= Sanctuary campus =

University that protects undocumented immigrants

A sanctuary campus is any college or university, typically in North America and Western Europe, that adopts policies to protect members of the campus community who are undocumented immigrants. The term is conceptually similar to sanctuary jurisdictions, including sanctuary city, sanctuary county or sanctuary state. There are currently about 600 sanctuary jurisdictions of different sizes in the United States. Although there is no official legal definition of sanctuary city, the term generally refers to localities that welcome undocumented immigrants and decline to cooperate fully with federal detention requests related to undocumented immigrants. Proposed policies on sanctuary campuses include:
- Not allowing U.S. Immigration and Customs Enforcement (ICE) officers onto campus without a warrant.
- Refusing to allow campus police to enforce immigration law.
- Not sharing student immigration status with ICE.
- Not gathering information on immigration or citizenship status.
- Providing tuition support, including in-state tuition rates at public universities to students with DACA status.
- Providing distance-learning options for deported students to complete their degrees.
- Providing confidential legal support to students with immigration law questions and issues.
- Expanding policies to include medical and other facilities associated with the campus.
- Reducing the deployment of campus police to protests that seek to include undocumented students and workers to avoid intimidation of undocumented activists.
- Ending practices which undermine worker and student worker labor unions.
The American Association of University Professors endorsed the sanctuary campus movement on November 22, 2016, and urged colleges and universities to adopt sanctuary policies.

== Background ==
An estimated 200,000 to 225,000 college students in the United States are undocumented, according to the Pew Research Center. Approximately 49% of undocumented immigrants between 18 and 24 have attended college or university, compared with 71% of all US residents in this age group. There are approximately 832,881 DACA recipients, short for Deferred Action for Childhood Arrivals, residing in the United States. A survey revealed approximately 22.9 percent of DACA recipients were attending school with 73.5 percent of that portion working toward a bachelor's degree or higher. Additionally there has been a large increase in international students attending colleges and universities in the United States with more than 1.1 million (1,126,690) international students in 2023-2024, a 7 percent increase from the previous academic year.

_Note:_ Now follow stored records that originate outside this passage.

"""Arrows between packages go one way, as DEVELOPERS.md lists them."""

from __future__ import annotations

import ast
from collections.abc import Iterator
from pathlib import Path

import pytest

import newel

SOURCE = Path(newel.__path__[0])

LAYERS = (
    ("errors", "protocols"),
    ("methods",),
    ("catalogue",),
    ("models",),
    ("stepping",),
    ("results",),
    ("marching",),
    ("many",),
    ("studies",),
    ("testing", "guide", "examples"),
    ("console", "__main__"),
)
LEVEL = {name: level for level, names in enumerate(LAYERS) for name in names}

# Inside a package, lowest first; a module that is not listed may stand anywhere in a package without cycles.
ORDER = {
    "methods": (
        "number_text",
        "exact",
        "trees",
        "tableau",
        "tableau_file",
        "order_conditions",
        "analysis",
        "families",
    ),
    "catalogue": ("plugins", "shipped", "registry", "checking"),
    "models": ("model", "events", "layout", "examine", "loading", "provenance"),
    "stepping": ("controllers", "rules", "numpy_step", "continuous", "switching"),
    "results": ("run", "sinks", "progress"),
    "marching": ("first_step", "loop", "march"),
}


def files() -> list[Path]:
    return sorted(path for path in SOURCE.rglob("*.py") if path != SOURCE / "__init__.py")


def module_of(path: Path) -> tuple[str, ...]:
    parts = path.relative_to(SOURCE).with_suffix("").parts
    return parts[:-1] if parts[-1] == "__init__" else parts


def imports(tree: ast.AST) -> Iterator[str]:
    """Every module that is imported, inside functions too, but not under `if TYPE_CHECKING:`."""
    for node in ast.iter_child_nodes(tree):
        if isinstance(node, ast.If) and ast.unparse(node.test).endswith("TYPE_CHECKING"):
            yield from imports(ast.Module(node.orelse, []))
            continue
        if isinstance(node, ast.Import):
            yield from (alias.name for alias in node.names)
        elif isinstance(node, ast.ImportFrom):
            assert node.level == 0, "imports are absolute"
            yield node.module or ""
            yield from (f"{node.module}.{alias.name}" for alias in node.names)
        else:
            yield from imports(node)


def own_imports(path: Path) -> set[tuple[str, ...]]:
    found = set()
    for name in imports(ast.parse(path.read_text(encoding="utf-8"))):
        parts = tuple(name.split("."))
        if parts[0] != "newel" or len(parts) == 1:
            continue
        target = SOURCE.joinpath(*parts[1:])
        if target.with_suffix(".py").is_file() or (target / "__init__.py").is_file():
            found.add(parts[1:])
    return found


def test_every_package_has_a_layer() -> None:
    """A new package needs a place in the order."""
    assert {module_of(path)[0] for path in files()} <= set(LEVEL)


@pytest.mark.parametrize("path", files(), ids=lambda path: "/".join(module_of(path)))
def test_a_module_imports_only_from_layers_below(path: Path) -> None:
    """No import points up."""
    own = module_of(path)
    for target in own_imports(path):
        assert LEVEL[target[0]] <= LEVEL[own[0]], f"{'.'.join(own)} imports {'.'.join(target)}"
        if LEVEL[target[0]] == LEVEL[own[0]] and target[0] != own[0]:
            assert LAYERS[LEVEL[own[0]]].index(target[0]) <= LAYERS[LEVEL[own[0]]].index(own[0])


@pytest.mark.parametrize("path", files(), ids=lambda path: "/".join(module_of(path)))
def test_inside_a_package_the_order_is_kept(path: Path) -> None:
    """The modules that the order names import only from those before them."""
    package, *rest = module_of(path)
    order = ORDER.get(package, ())
    if not rest or rest[0] not in order:
        return
    for target in own_imports(path):
        if target[0] == package and len(target) > 1 and target[1] in order:
            assert order.index(target[1]) <= order.index(rest[0]), f"{path}: {'.'.join(target)}"


def test_no_cycle_between_modules() -> None:
    """Modules can be put into one line in which each imports only from those before it."""
    needs = {module_of(path): own_imports(path) - {module_of(path)} for path in files()}
    # A package's own __init__ gathers its modules; what imports the package imports those.
    while needs:
        free = [module for module, targets in needs.items() if not targets & needs.keys()]
        assert free, f"a cycle among {sorted('.'.join(module) for module in needs)}"
        for module in free:
            del needs[module]


def test_nothing_beyond_the_four_libraries_is_imported_at_run_time() -> None:
    """SciPy, mpmath and the test libraries stay in tests; extras are imported where they are asked for."""
    allowed = {"numpy", "attrs", "pluggy", "rich", "newel", "hypothesis", "pytest"}
    import sys

    for path in files():
        for name in imports(ast.parse(path.read_text(encoding="utf-8"))):
            top = name.split(".")[0]
            assert top in allowed or top in sys.stdlib_module_names, f"{path} imports {name}"
            if top in ("hypothesis", "pytest"):
                assert module_of(path) == ("testing",), path
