"""Answers for graphs that are predicted not to fit into the memory budget, given without reading them.

Without pins a choice needs no edges: a single vertex is always an independent set and all vertices always are a cover;
all weights together bound the one from above, and nothing bounds the other from below. Where pins make a choice depend
on the edges, there is not even a bound. Colours need no edges either: all vertices in turn, each with colours or a
share of the frame of its own, take all demands together, and no answer takes less than the largest of them. Fill edges
cannot be named without the edges: their number is at least 0.
"""

from __future__ import annotations

from typing import TYPE_CHECKING, Any

import numpy as np

from nearchord_service.model.answer import Answer, Column, ElementType
from nearchord_service.model.question import QuestionName
from nearchord_service.model.stage import Verdict
from nearchord_service.work.content import weight_values

if TYPE_CHECKING:
    from numpy.typing import NDArray

    from nearchord_service.work.port import Task

_PIECE = 1 << 20


def answer(task: Task, predicted_bytes: int) -> Answer:
    """Answer `task` BOUNDED without its graph.

    Time O(weights) when there are no pins; memory O(1) beside the choice, and O(n) for colours and frames.
    """
    reason = (
        f"solving {task.vertices} vertices and {task.edges} edges is predicted to take {predicted_bytes} bytes of "
        f"memory, more than the {task.budget.memory_bytes} bytes budgeted; allow at least as many to have it solved"
    )
    name = task.question.name
    if not name.takes_weights:
        return Answer(Verdict.BOUNDED, reason, bound=(0, 1), fill_lower_bound=0)
    if task.question.must or task.question.never or not task.vertices:
        return Answer(Verdict.BOUNDED, reason)
    if name.takes_demands:
        return _in_turn(task, reason)
    return _plainest(task, reason + "; the choice given is only the plainest feasible one")


def _plainest(task: Task, reason: str) -> Answer:
    """Choose a single vertex in each scenario, or all for a cover; nothing where nothing may be chosen."""
    question = task.question
    if question.limit == 0:
        return Answer(Verdict.BOUNDED, reason, (0, 1), (0, 1), columns=(_vertices("chosen", ()),))
    scanned = _scan(task)
    total, heaviest, weight = scanned[0]
    if question.name is QuestionName.VERTEX_COVER:
        everything = _vertices("chosen", np.arange(task.vertices))
        return Answer(Verdict.BOUNDED, reason, (total, 1), (0, 1), columns=(everything,))
    columns = [_vertices("chosen", (heaviest,))]
    if question.colours:
        columns.append(_vertices("colour", (1,)))
    if question.scenarios:
        totals, heaviests, weights = zip(*scanned, strict=True)
        columns += [
            _numbers("scenario_value", weights),
            _numbers("scenario_bound", totals),
            _numbers("scenario_start", np.arange(len(scanned) + 1)),
            _vertices("scenario_chosen", heaviests),
        ]
        if question.colours:
            columns.append(_vertices("scenario_colour", np.ones(len(scanned))))
    return Answer(Verdict.BOUNDED, reason, (weight, 1), (total, 1), columns=tuple(columns))


def _in_turn(task: Task, reason: str) -> Answer:
    """Give every vertex colours or a share of its own, where so many colours fit into the memory budgeted."""
    if task.weights is None:
        demands = np.ones(task.vertices, np.int64)
    else:
        demands = weight_values(task.weights, task.vertices)
    total, bound = int(demands.sum()), (int(demands.max()), 1)
    if task.question.name is QuestionName.FRACTIONAL_COLOURING:
        columns = _shares(demands)
    elif total * 4 > task.budget.memory_bytes:
        return Answer(Verdict.BOUNDED, reason, bound=bound)
    else:
        columns = _colours(demands, total)
    reason += "; the answer given is only the plainest one, in which no two vertices share anything"
    return Answer(Verdict.BOUNDED, reason, (total, 1), bound, columns=columns)


def _shares(demands: NDArray[np.int64]) -> tuple[Column, ...]:
    needy = np.flatnonzero(demands)
    return (
        _numbers("share_start", np.arange(needy.size + 1)),
        _vertices("share_vertex", needy),
        _numbers("share_numerator", demands[needy]),
        _numbers("share_denominator", (1,)),
    )


def _colours(demands: NDArray[np.int64], total: int) -> tuple[Column, ...]:
    colours = _vertices("colour", np.arange(1, total + 1, dtype="<u4"))
    if bool((demands == 1).all()):
        return (colours,)
    return colours, _numbers("colour_start", np.concatenate(([0], np.cumsum(demands))))


def _vertices(name: str, values: Any) -> Column:
    return Column(name, ElementType.UINT32, np.asarray(values, "<u4").tobytes())


def _numbers(name: str, values: Any) -> Column:
    return Column(name, ElementType.INT64, np.asarray(values, "<i8").tobytes())


def _scan(task: Task) -> list[tuple[int, int, int]]:
    """Return the sum of all weights, and the heaviest vertex (lowest number) with its weight, scenario by scenario."""
    if task.weights is None:
        return [(task.vertices, 0, 1)]
    values = weight_values(task.weights, task.vertices, task.question.scenarios)
    return [_scan_one(vector) for vector in np.atleast_2d(values)]


def _scan_one(values: NDArray[np.int64]) -> tuple[int, int, int]:
    total, heaviest, weight = 0, 0, -1
    for start in range(0, values.size, _PIECE):
        piece = values[start : start + _PIECE]
        total += int(piece.sum())
        best = int(piece.argmax())
        if int(piece[best]) > weight:
            heaviest, weight = start + best, int(piece[best])
    return total, heaviest, weight
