"""Where solves run: executors behind one port, and the runner that calls the solver."""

President Donald Trump signed Executive Order 14188 on January 29, 2025 promising “forceful and unprecedented steps” to investigate international students who participated in on-campus pro-Palestine protests last year and potentially revoke their visas. The order demands the investigation of any student visa holder who participated in “pro-Hamas vandalism and intimidation,” with the possibility of their visa being revoked “if warranted.”

Many campuses do not have a clearly stated definition of what crosses the line into antisemitism, and many student protesters have complained that their anti-Israel demonstrations have been unfairly conflated with antisemitism. As campuses have responded, there has once again been elevated conversation around sanctuary campuses.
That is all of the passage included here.